Despite having in-house storytellers, their exaggerated tales failed to captivate me. But what I did learn from those enthusiastic 70-and 80-year-olds was that one could fall in love with words... deeply, irreversibly.
The first poem I ever encountered was "Under the Greenwood Tree," read aloud from my school textbook. I can't say for sure what fascinated me most, but as the lines rhymed, I smiled. And every time someone read a poem to me after that, I smiled again.
That was it. That was my calling.
Back in school, when teachers asked about our future ambitions, I had my answer ready:
"I want to be like Shakespeare."
Yet, ironically, I hated memorizing Wren & Martin. My English grades didn’t shine, but poetry? That, I understood. That, I loved. I began seeing myself as a lovelorn, mad romantic, so naturally, I dressed the part.
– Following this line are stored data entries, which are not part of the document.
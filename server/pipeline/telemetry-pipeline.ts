import { fieldUncertainty } from '../../shared/field/field-uncertainty.js';
import { fieldFromCurrents } from '../../shared/field/field-vector.js';
import type { SeriesChunk, SlowChunk } from '../../shared/live/live-state.js';
import type { ControllerStatus, FastFrame, SlowFrame } from '../../shared/telemetry/messages.js';
import type { CalibrationCache } from '../field/calibration-cache.js';
import type { AdmittedMessage } from '../ingest/frame-gate.js';
import { BlockDecimator } from '../live/block-decimator.js';
import type { LiveStore } from '../live/live-store.js';
import { mean } from '../live/live-store.js';
import { appendSeriesPoint, appendSlowPoint, DECIMATION_BLOCK_MS, emptySeriesChunk, emptySlowChunk } from '../live/series-chunk.js';
import type { LivePredictionFeed } from '../prediction/live-prediction-feed.js';
import type { RollupAccumulator } from '../storage/rollup-accumulator.js';
import type { TelemetryWriter } from '../storage/telemetry-writer.js';

/** Where the pipeline's chart points go (the WebSocket fan-out). */
export interface ChunkSink {
  publish(series: SeriesChunk | null, slow: SlowChunk | null): void;
}

/**
 * The one-way flow after the edge: validated frame → field (active calibration) → live state
 * and the prediction feed → roll-ups and storage → fan-out. Runs synchronously in the MQTT message handler and never
 * awaits, so nothing downstream (database, browsers) can hold ingest up.
 */
export class TelemetryPipeline {
  private readonly decimator = new BlockDecimator(DECIMATION_BLOCK_MS);

  constructor(
    private readonly deps: {
      calibrations: CalibrationCache;
      live: LiveStore;
      rollups: RollupAccumulator;
      writer: TelemetryWriter;
      fanout: ChunkSink;
      /** Takes each frame's mean currents for the live prediction (it only hands over to a worker). */
      prediction: Pick<LivePredictionFeed, 'addFrame'>;
      now?: () => number;
    },
  ) {}

  handle(message: AdmittedMessage): void {
    switch (message.kind) {
      case 'fast':
        return this.handleFast(message.frame);
      case 'slow':
        return this.handleSlow(message.frame);
      case 'status':
        return this.handleStatus(message.status);
    }
  }

  private handleFast(frame: FastFrame): void {
    const { calibrations, live, rollups, writer, fanout, prediction } = this.deps;
    const calibration = calibrations.active();
    const series = emptySeriesChunk();
    this.decimator.push(frame.t0Ms, frame.rateHz, frame.currentA.x, frame.currentA.y, frame.currentA.z, (tMs, x, y, z) => {
      const current = { x, y, z };
      const field = fieldFromCurrents(calibration, current);
      appendSeriesPoint(series, tMs, current, field);
      rollups.addFieldPoint(tMs, field);
    });
    const meanCurrent = { x: mean(frame.currentA.x), y: mean(frame.currentA.y), z: mean(frame.currentA.z) };
    // σ|B|, σθ, σφ from the calibration's parameter covariance, at the frame's mean currents.
    const uncertainty = calibration.covariance ? fieldUncertainty(calibration, calibration.covariance, meanCurrent) : null;
    live.applyFast(frame, meanCurrent, fieldFromCurrents(calibration, meanCurrent), calibration, (this.deps.now ?? Date.now)(), uncertainty);
    prediction.addFrame(calibration, meanCurrent, frame.t0Ms);
    rollups.addFast(frame);
    writer.addFast(frame, calibration.id);
    if (series.t.length > 0) fanout.publish(series, null);
  }

  private handleSlow(frame: SlowFrame): void {
    const { live, rollups, writer, fanout } = this.deps;
    live.applySlow(frame);
    rollups.addSlow(frame);
    writer.addSlow(frame);
    const slow = emptySlowChunk();
    appendSlowPoint(slow, frame.tMs, frame.coilTempC, frame.flowLpm);
    fanout.publish(null, slow);
  }

  private handleStatus(status: ControllerStatus): void {
    this.deps.live.applyStatus(status);
    this.deps.fanout.publish(null, null);
  }
}
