import { describe, expect, it } from 'vitest';
import { alarmHealth, chatteringAlarms, ratePerInterval, recentRaiseCount, staleAlarms, type HealthEvent } from './alarm-health.js';

const T0 = Date.UTC(2026, 2, 12, 9, 0, 0);
const MIN = 60_000;
const HOUR = 60 * MIN;

function raise(alarmId: string, atMs: number, hidden?: HealthEvent['hidden']): HealthEvent {
  return hidden ? { alarmId, at: atMs, kind: 'raise', hidden } : { alarmId, at: atMs, kind: 'raise' };
}

/** `n` raises of different alarms, spread evenly over `spanMs` from `startMs`. */
function burst(n: number, startMs: number, spanMs: number): HealthEvent[] {
  return Array.from({ length: n }, (_, i) => raise(`alarm-${i}`, startMs + Math.floor((i * spanMs) / n)));
}

describe('alarm rate and floods', () => {
  it('counts annunciated raises per 10-minute interval and flags more than 10 as a flood', () => {
    const events = [...burst(10, T0, 9 * MIN), ...burst(11, T0 + 10 * MIN, 9 * MIN)];
    expect(ratePerInterval(events, T0, T0 + 20 * MIN)).toEqual([
      { start: T0, count: 10, flood: false },
      { start: T0 + 10 * MIN, count: 11, flood: true },
    ]);
  });

  it('does not count shelved or suppressed raises, nor clears and acknowledgements', () => {
    const events: HealthEvent[] = [
      raise('a', T0),
      raise('b', T0 + 1000, 'shelved'),
      raise('c', T0 + 2000, 'suppressed'),
      { alarmId: 'a', at: T0 + 3000, kind: 'acknowledge' },
      { alarmId: 'a', at: T0 + 4000, kind: 'clear' },
    ];
    expect(recentRaiseCount(events, T0 + 5 * MIN)).toBe(1);
  });

  it('reports a flood now when more than 10 alarms arrived in the last 10 minutes', () => {
    const events = burst(11, T0, 5 * MIN);
    expect(alarmHealth(events, [], T0, T0 + 6 * MIN)).toMatchObject({ recentCount: 11, flooding: true });
    expect(alarmHealth(events, [], T0, T0 + 11 * MIN).flooding).toBe(false);
  });

  it('averages the rate over the intervals of the window', () => {
    const events = [...burst(6, T0, MIN), ...burst(2, T0 + 25 * MIN, MIN)];
    expect(alarmHealth(events, [], T0, T0 + 30 * MIN).averagePerInterval).toBeCloseTo(8 / 3, 12);
  });
});

describe('chattering alarms', () => {
  it('flags an alarm raised 3 times within 60 s', () => {
    const events = [raise('flow.y.L', T0), raise('flow.y.L', T0 + 20_000), raise('flow.y.L', T0 + 60_000), raise('other', T0)];
    expect(chatteringAlarms(events)).toEqual([{ alarmId: 'flow.y.L', raises: 3, since: T0 }]);
  });

  it('does not flag 3 raises spread over more than 60 s', () => {
    const events = [raise('flow.y.L', T0), raise('flow.y.L', T0 + 30_000), raise('flow.y.L', T0 + 60_001)];
    expect(chatteringAlarms(events)).toEqual([]);
  });

  it('counts hidden raises, since a shelved chattering alarm still needs fixing', () => {
    const events = [raise('flow.y.L', T0, 'shelved'), raise('flow.y.L', T0 + 1000, 'shelved'), raise('flow.y.L', T0 + 2000, 'shelved')];
    expect(chatteringAlarms(events).map((c) => c.alarmId)).toEqual(['flow.y.L']);
  });

  it('reports the busiest window of an alarm, whatever the order of the history', () => {
    const times = [T0 + 500_000, T0, T0 + 10_000, T0 + 20_000, T0 + 30_000];
    expect(chatteringAlarms(times.map((t) => raise('stale.H', t)))).toEqual([{ alarmId: 'stale.H', raises: 4, since: T0 }]);
  });
});

describe('stale alarms', () => {
  it('flags alarms active for more than 24 h, oldest first', () => {
    const now = T0 + 48 * HOUR;
    const active = [
      { id: 'waterSupply.H', raisedAt: now - 25 * HOUR },
      { id: 'flow.x.L', raisedAt: now - 23 * HOUR },
      { id: 'waterReturn.z.H', raisedAt: now - 30 * HOUR },
    ];
    expect(staleAlarms(active, now)).toEqual([
      { alarmId: 'waterReturn.z.H', raisedAt: now - 30 * HOUR, activeForMs: 30 * HOUR },
      { alarmId: 'waterSupply.H', raisedAt: now - 25 * HOUR, activeForMs: 25 * HOUR },
    ]);
  });
});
That’s when I stumbled upon my father’s hidden treasure... his wedding album. One picture, in particular, caught my eye: his engagement portrait. There he stood, wearing a classic 70s rayon shirt with minimal floral designs, skin-tight bell-bottom trousers and a villainous handlebar moustache... a look straight out of a Bollywood flick.
I was 13... not even a whisker on me. But I had to know: Did he still have that shirt? To my delight, I found it locked away in an old, rusty trunk, wrapped in brittle, yellowed newspapers. I slipped it on and... Voila! It fit perfectly.
Something possessed me at that moment. I felt as though I had time-travelled to that era where fashion made sense. But I lacked the words to express what I felt deep within me. So, I did the next best thing... I nearly memorised Webster's Thesaurus.
It transformed me.
Into a lover.
A poet.
A writer.
And that’s still who I am today.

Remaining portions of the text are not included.